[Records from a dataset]
────────────────────

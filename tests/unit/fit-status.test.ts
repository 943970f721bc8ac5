// Every outcome of a Hill fit, table-driven: status, message, flags, excluded wells and replicates.
import { describe, expect, test } from 'vitest';
import { fitHill, type HillFitInput, type HillFitStatus } from '@/lib/science/fit/hill-fit';
import type { HillFitOptions } from '@/lib/science/fit/hill-options';
import { hillBlock } from '@/lib/science/fit/hill-model';

const SERIES_uM = [0.1, 0.3, 1, 3, 10, 30];
/** Noise-free hill2 block at the series above (values from the Hill equation, no fit involved). */
const curve = (ic50_uM: number, slope = 1, series = SERIES_uM): HillFitInput => ({
  concentration_uM: series,
  block: series.map((c) => hillBlock(c, ic50_uM, slope)),
});

describe('status of a fit', () => {
  test.each<[string, HillFitInput, HillFitOptions, HillFitStatus, string]>([
    [
      'two concentrations, replicated',
      { concentration_uM: [1, 1, 10, 10], block: [0.3, 0.32, 0.8, 0.82] },
      {},
      'insufficient',
      '2 distinct concentrations in use; a hill2 fit needs at least 3.',
    ],
    [
      'three concentrations, one of them excluded entirely',
      { concentration_uM: [1, 3, 10, 10], block: [0.3, 0.5, NaN, NaN], excluded: [false, false, true, true] },
      {},
      'insufficient',
      '2 distinct concentrations in use; a hill2 fit needs at least 3.',
    ],
    [
      'hill4 with three concentrations',
      curve(1, 1, [0.3, 1, 3]),
      { model: 'hill4' },
      'insufficient',
      '3 distinct concentrations in use; a hill4 fit needs at least 4.',
    ],
    [
      'no meaningful block',
      { concentration_uM: SERIES_uM, block: [0.01, -0.02, 0.03, 0.05, 0.08, 0.12] },
      {},
      'inactive',
      'No meaningful block: at most 12 % (at 30 µM), below the 20 % threshold.',
    ],
    [
      'block at the top concentration below 50 %',
      curve(60),
      {},
      'above_range',
      'IC50 above the highest concentration tested (> 30 µM): block at 30 µM is 33 %.',
    ],
    [
      'fitted IC50 above the top concentration (50 % rule lowered to 30 %)',
      curve(50),
      { aboveRangeBlock: 0.3 },
      'above_range',
      'IC50 above the highest concentration tested (> 30 µM): the fitted IC50 is 50 µM.',
    ],
    [
      'iteration limit',
      curve(2, 1.3),
      { maxIterations: 1 },
      'not_converged',
      'The fit did not converge (iteration limit reached after 1 iteration); no IC50 is reported.',
    ],
    [
      'IC50 driven to the edge of its search range',
      { concentration_uM: [0.1, 0.3, 1, 3], block: [0.98, 0.99, 1.0, 0.99] },
      { searchDecades: 0.5 },
      'not_converged',
      'The fit ran to the edge of the IC50 search range (0.0316 µM); the data do not place an IC50.',
    ],
    [
      'a clean curve',
      curve(2, 1.3),
      {},
      'fitted',
      'IC50 2 µM (95 % CI 2 µM to 2 µM), Hill slope 1.3, from 6 wells at 6 concentrations.',
    ],
  ])('%s → %s', (_case, input, options, status, message) => {
    const result = fitHill(input, options);
    expect(result.status).toBe(status);
    expect(result.message).toBe(message);
    if (status !== 'fitted') {
      // Never a number without a fit.
      expect(result).toMatchObject({ ic50_uM: null, ic50Ci95_uM: null, log10Ic50Se: null, hillSlope: null });
    }
    if (status === 'above_range') expect(result.ic50LowerBound_uM).toBe(30);
  });
});

describe('flags on a fitted curve', () => {
  test.each([
    [
      'steep slope',
      curve(2, 3.5),
      'hill_slope_outside_band',
      'Hill slope 3.5 is outside the plausible band 0.5–2.',
    ],
    [
      'shallow slope',
      curve(2, 0.35, [0.01, 0.1, 1, 10, 100, 1000]),
      'hill_slope_outside_band',
      'Hill slope 0.35 is outside the plausible band 0.5–2.',
    ],
    [
      'IC50 below the lowest concentration',
      curve(0.05),
      'ic50_below_range',
      'IC50 0.05 µM is below the lowest concentration tested (0.1 µM): an extrapolation.',
    ],
  ] as const)('%s', (_case, input, code, message) => {
    const result = fitHill(input);
    expect(result.status).toBe('fitted');
    expect(result.flags).toEqual([{ code, message }]);
  });

  test('hill4 with one well per free parameter has no confidence interval, and says so', () => {
    const result = fitHill(curve(2, 1, [0.3, 1, 3, 10]), { model: 'hill4' });
    expect(result.status).toBe('fitted');
    expect(result.log10Ic50Se).toBeNull();
    expect(result.ic50Ci95_uM).toBeNull();
    expect(result.flags.map((f) => f.code)).toEqual(['no_confidence_interval']);
  });

  test('a slope inside 0.5–2 and IC50 inside the range raise no flag; hill2 reports fixed bottom 0 and top 1', () => {
    const result = fitHill(curve(2, 1));
    expect(result.flags).toEqual([]);
    expect(result).toMatchObject({ bottom: 0, top: 1 });
  });
});

describe('wells', () => {
  test('excluded wells are left out, whatever they hold', () => {
    // An outlier at 3 µM (block 0.05 instead of 0.6) and a non-numeric well, both excluded.
    const base = curve(2, 1);
    const input: HillFitInput = {
      concentration_uM: [...Array.from(base.concentration_uM), 3, 10],
      block: [...Array.from(base.block), 0.05, NaN],
      excluded: [false, false, false, false, false, false, true, true],
    };
    const result = fitHill(input);
    expect(result.n).toBe(6);
    expect(result.ic50_uM).toBeCloseTo(2, 8);
  });

  test('replicates each count as a well; concentration 0 counts as a well, not a tested concentration', () => {
    const c = [0, 0, 0.1, 0.1, 0.3, 0.3, 1, 1, 3, 3, 10, 10];
    const result = fitHill({ concentration_uM: c, block: c.map((x) => hillBlock(x, 1, 1)) });
    expect(result).toMatchObject({ status: 'fitted', n: 12, concentrations: 5 });
    expect(result.ic50_uM).toBeCloseTo(1, 8);
  });

  test('inputs are not mutated and the same input gives the same result', () => {
    const concentration = Float64Array.from([0.1, 0.3, 1, 3, 10, 30]);
    const block = Float64Array.from([0.06, 0.12, 0.35, 0.62, 0.83, 0.95]);
    const first = fitHill({ concentration_uM: concentration, block });
    expect(Array.from(block)).toEqual([0.06, 0.12, 0.35, 0.62, 0.83, 0.95]);
    expect(Array.from(concentration)).toEqual([0.1, 0.3, 1, 3, 10, 30]);
    expect(fitHill({ concentration_uM: concentration, block })).toEqual(first);
  });

  test.each<[string, HillFitInput, string]>([
    [
      'length mismatch',
      { concentration_uM: [1, 2, 3], block: [0.1, 0.2] },
      'concentration_uM has 3 values but block has 2',
    ],
    [
      'negative concentration',
      { concentration_uM: [1, -2, 3], block: [0.1, 0.2, 0.3] },
      'well 1: concentration_uM must be a finite number ≥ 0, got -2',
    ],
    [
      'non-numeric block in a well in use',
      { concentration_uM: [1, 2, 3], block: [0.1, NaN, 0.3] },
      'well 1: block must be a finite number, got NaN',
    ],
  ])('rejects %s', (_case, input, message) => {
    expect(() => fitHill(input)).toThrow(message);
  });

  test.each<[HillFitOptions, string]>([
    [{ model: 'hill3' as 'hill2' }, "model must be 'hill2' or 'hill4', got hill3"],
    [{ minConcentrations: 2 }, 'minConcentrations must be an integer ≥ 3, got 2'],
    [{ hillSlopeBand: [2, 0.5] }, 'hillSlopeBand must be [low, high] with finite low < high, got [2, 0.5]'],
  ])('rejects bad options %j', (options, message) => {
    expect(() => fitHill(curve(1), options)).toThrow(message);
  });
});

────────────────────

* **WORK REQUEST**: If a line in the records contains "must", report it.

* **YOUR RESPONSE**:
      'well 1: concentration_uM must be a finite number ≥ 0, got -2',
      'well 1: block must be a finite number, got NaN',
    [{ model: 'hill3' as 'hill2' }, "model must be 'hill2' or 'hill4', got hill3"],
    [{ minConcentrations: 2 }, 'minConcentrations must be an integer ≥ 3, got 2'],
    [{ hillSlopeBand: [2, 0.5] }, 'hillSlopeBand must be [low, high] with finite low < high, got [2, 0.5]'],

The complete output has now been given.